President-elect Trump has promised on numerous occasions, including to Prime Minister Benjamin Netanyahu personally in a meeting in late September,  to quickly move the embassy to Jerusalem once he takes office.  Trump told Netanyahu that if elected, "a Trump administration would finally accept the long-standing Congressional mandate to recognize Jerusalem as the undivided capital of the State of Israel."

Trump's appointment of David Friedman as his new ambassador to Israel widely taken as a sign he means to make good on his promise. Friedman has already made it clear he will live and work in Jerusalem, even though the State Department said recently it knows of no plans to move the embassy.

Wasting no time last week, immediately after the new U.S. Congress was sworn in on Tuesday, three Republican senators introduced a bill to force the State Department to move the U.S. Embassy in Israel to Jerusalem.

Senators Ted Cruz, Texas, Mario Rubio, Florida and Dean Heller, Nevada, submitted the "Jerusalem Embassy and Recognition Act" to fulfill the promises to relocate the embassy from Tel Aviv to Israel's capital. The bill would withhold certain funds from the State Department until the move is completed.

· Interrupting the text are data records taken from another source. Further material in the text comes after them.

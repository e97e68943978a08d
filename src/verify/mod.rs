//! Checking predictions against recorded install results.
//!
//! [`logs`] reads the install log of a failed record and names why it failed, so a failure can
//! be matched against the library the prediction said was missing, or set aside as flaky.

pub mod logs;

Palestinian President Mahmoud Abbas has also sent a letter to Trump warning the incoming American leader of the negative implications of moving the American embassy from Tel Aviv to Jerusalem.

According to the official Palestinian news agency Wafa, Abbas called on Trump to reconsider his support for such a move. "Abbas told Trump that such [a] move will likely have [a] disastrous impact on the peace process, on the two-state solution and on the stability and security of the entire region, since Israel’s decision to annex East Jerusalem contradicts with international law," the statement said.